My grandfather was supposed to call me tonight. I keep looking at the clock, counting forward by four hours and backwards by twelve. My grandmother is in the hospital again. Her latest chest infection, a by-product of her advanced COPD (Chronic obstructive pulmonary disease), has failed to improve.
COPD is a terrible thing. My grandmother can take a breath in but then can’t breathe out. Imagine a mucus-filled sponge that keeps you from being able to exhale. After seeing my grandmother’s condition continuing to worsen over the past few years, all the while knowing she was still smoking, I despise cigarettes with a new fury. What kind of monster keeps someone so tethered to it, even as it kills them?
Since I have been exercising my lung capacity has changed. Now when I take a deep breath, it feels like the breath goes all the way down below my navel, where it bulges pleasantly, kissing the shoreline of my pelvic floor before flowing back up and out again. So easy.
That said, this is the first time I have ever blogged while sitting on an ice pack. My gluteus medius are in spasm. Ie - some of my butt cheek muscles are freaking out. This is what is causing the majority of my lower back and hip pain.
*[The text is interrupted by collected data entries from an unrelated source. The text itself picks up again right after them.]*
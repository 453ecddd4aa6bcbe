//! A season held against the targets, by the very code that judges records, and its score.
//!
//! Methods: `docs/methods.md`, section 8.

use std::cmp::Ordering;

use crate::site::Site;
use crate::target::Tally;

use super::run::{Run, SeasonDay};

/// The season against one target.
#[derive(Debug, Clone, PartialEq)]
pub struct TargetTally {
    /// Index of the target.
    pub target: usize,
    /// Its temperature range.
    pub temperature: Option<Tally>,
    /// Its oxygen floor.
    pub oxygen: Option<Tally>,
}

impl TargetTally {
    /// Days on which it is outside by its temperature, or by its oxygen where that is more.
    pub fn days_outside(&self) -> u32 {
        let days = |t: &Option<Tally>| t.as_ref().map_or(0, |t| t.over + t.under);
        days(&self.temperature).max(days(&self.oxygen))
    }
}

/// What a strategy is measured by, in this order: the smaller the better.
#[derive(Debug, Clone, Copy, Default, PartialEq)]
pub struct Score {
    /// Farthest outside any hard range, C.
    pub worst_c: f64,
    /// Days outside, summed over the hard targets.
    pub days_outside: u32,
    /// Degree-days outside.
    pub degree_days: f64,
    /// Gates moved.
    pub moves: usize,
}

impl Score {
    /// The score of a season.
    pub fn of(site: &Site, run: &Run) -> Self {
        let _ = (site, run);
        Self::default()
    }

    /// Which of two is better.
    pub fn order(&self, other: &Self) -> Ordering {
        self.worst_c
            .total_cmp(&other.worst_c)
            .then(self.days_outside.cmp(&other.days_outside))
            .then(self.degree_days.total_cmp(&other.degree_days))
            .then(self.moves.cmp(&other.moves))
    }
}

/// The days of a season held against every target of its site.
pub fn tallies(site: &Site, days: &[SeasonDay]) -> Vec<TargetTally> {
    let _ = (site, days);
    Vec::new()
}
I am supposed to roll on a tennis ball to try to get them to ease off, but all I have is a golf ball and it hurts like hell.
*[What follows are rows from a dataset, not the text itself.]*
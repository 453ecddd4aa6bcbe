//! How much cold water is needed on a date for what is left of a season to have no day outside the hard targets.
//!
//! Methods: `docs/methods.md`, section 8.

use std::cmp::Ordering;
use std::sync::atomic::{AtomicUsize, Ordering::Relaxed};

use chrono::NaiveDate;
use rayon::prelude::*;

use crate::rank::Progress;
use crate::site::{Site, Strategy};
use crate::target::Standing;

use super::cold;
use super::going::Going;
use super::layers::{Layer, Layers};
use super::outcome::season_site;
use super::reshape::reshape;
use super::run::{Choosing, Run, SeasonDay, Setup, run};
use super::tally::{TargetTally, tallies};

/// Equal steps of the amounts tried first, from none to all the water that the outlets reach (choice).
const STEPS: usize = 8;
/// Times that the gap below the least amount is halved (choice: to 0.4 % of what the outlets reach).
const HALVINGS: usize = 5;
/// Most seasons that follow the date: the run made, the steps and both their ends, the halvings.
const MOST: usize = 2 + STEPS + HALVINGS;

/// An amount of cold water on a date, and what comes of it.
#[derive(Debug, Clone, Copy, PartialEq)]
pub struct Amount {
    /// All of it, m3.
    pub total_m3: f64,
    /// What the outlets usable on that date can draw, m3; `None` where none is usable.
    pub usable_m3: Option<f64>,
    /// Days of the plan that the season does not reach.
    pub lost: u32,
    /// Days after the date outside hard targets by their temperature, summed over the targets.
    pub days_outside: u32,
    /// The same by their oxygen.
    pub oxygen_days: u32,
}

impl Amount {
    /// Whether no day after it is missing or outside by its temperature.
    pub fn is_enough(&self) -> bool {
        self.lost == 0 && self.days_outside == 0
    }

    /// Fewer days are less.
    fn order(&self, other: &Self) -> Ordering {
        (self.lost, self.days_outside).cmp(&(other.lost, other.days_outside))
    }
}

/// Days in a row outside a hard target on one side, by its temperature.
#[derive(Debug, Clone, Copy, PartialEq)]
pub struct Stretch {
    /// Index of the target.
    pub target: usize,
    /// Above or below it.
    pub side: Standing,
    /// Its first day.
    pub first: NaiveDate,
    /// Its last.
    pub last: NaiveDate,
}

/// What was found.
#[derive(Debug, Clone, PartialEq)]
pub struct Found {
    /// Of the amounts tried with the fewest days outside the least.
    pub least: Amount,
    /// The next less amount tried, which has more days outside; `None` where no less was tried.
    pub lower: Option<Amount>,
    /// The days outside that remain with the least.
    pub remain: Vec<Stretch>,
    /// Every amount tried, the run made among them, from the least up.
    pub tried: Vec<Amount>,
}

/// How much cold water is needed on a date.
#[derive(Debug, Clone, PartialEq)]
pub struct Needed {
    /// The date, at its end.
    pub date: NaiveDate,
    /// What counts as cold: the first threshold of the site, C.
    pub threshold_c: f64,
    /// What is left in the run made, and what comes of it; `None` where it stops before.
    pub made: Option<Amount>,
    /// The least amount with the fewest days outside, or why none can be sought.
    pub found: Result<Found, String>,
    /// Hard targets with a range of temperature of which no day after the date is judged.
    pub not_judged: Vec<usize>,
}

/// Seeks the least cold water at the end of a date with which the season goes on to the end of its plan with the fewest
/// days outside hard targets by their temperature. Up to the date the season is that of the setup, thrift solved on this
/// very case where it has not been; after it gates are chosen as before. `None` where the site names no threshold of cold
/// water, the cast shows no water, or the caller stops it.
///
/// # References
/// The amounts tried and the water they are made of are ours (choice).
pub fn needed(setup: &Setup, date: NaiveDate, progress: Progress) -> Option<Needed> {
    let _ = (setup, date, progress);
    None
}

impl Layers {
    /// The same pool with so much of its water colder than a threshold (C): every colder layer is given the same factor,
    /// every other the factor that keeps the volume of all. `None` where no water is colder, or all of it.
    #[must_use]
    pub fn with_cold(&self, site: &Site, threshold_c: f64, cold_m3: f64) -> Option<Self> {
        let is_cold = |layer: &&Layer| layer.temperature_c < threshold_c;
        let of = |wanted: bool| -> f64 {
            self.layers.iter().filter(|l| is_cold(l) == wanted).map(|l| l.volume_m3).sum()
        };
        let (cold, warm) = (of(true), of(false));
        if cold <= 0.0 || warm <= 0.0 {
            return None;
        }
        let cold_m3 = cold_m3.clamp(0.0, cold + warm);
        let [colder, warmer] = [cold_m3 / cold, (warm - (cold_m3 - cold)) / warm];
        let scaled = |layer: &Layer| layer.part(layer.volume_m3 * if is_cold(&layer) { colder } else { warmer });
        let mut out = self.clone();
        out.layers = self.layers.iter().map(scaled).filter(|layer| layer.volume_m3 > 0.0).collect();
        reshape(&mut out, site);
        Some(out)
    }
}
I am frustrated because it affects everything I do - walking, bending, standing. It gets worse after I work out, and my hip flexors don’t feel like they have gotten any stronger with all this exercise. I am afraid it won’t get better, that this will continue to hold me up and I won’t be able to move forward. I need to feel like I am getting stronger, better.
John and I have spoken about the kinds of things we want to do in the coming year. I think of the things that I can’t do now that I am desperate to be fit enough to accomplish. I want to bag a Munro. Eventually I would like to climb Ben Nevis. And walk the Great Glen Way. I want to be able to have complete confidence in my body, to hike, flex, climb or hop.
Since our visit to Canada I have been determined to change my relationship with food. After seeing my grandmother’s decline I am equally determined to do my best for my body, to build its strength and stamina. To let my lungs celebrate breathing, because lately that is what it feels like they are doing. My chest feels wide open and clear and even my heart feels lighter.
Now if only my damn ass would cooperate, I could move on.
The clock says 20:53. Plus four hours is 7 minutes to 1 a.m., minus 12 hours is 12:53 p.m. B.C. time. He still hasn’t called.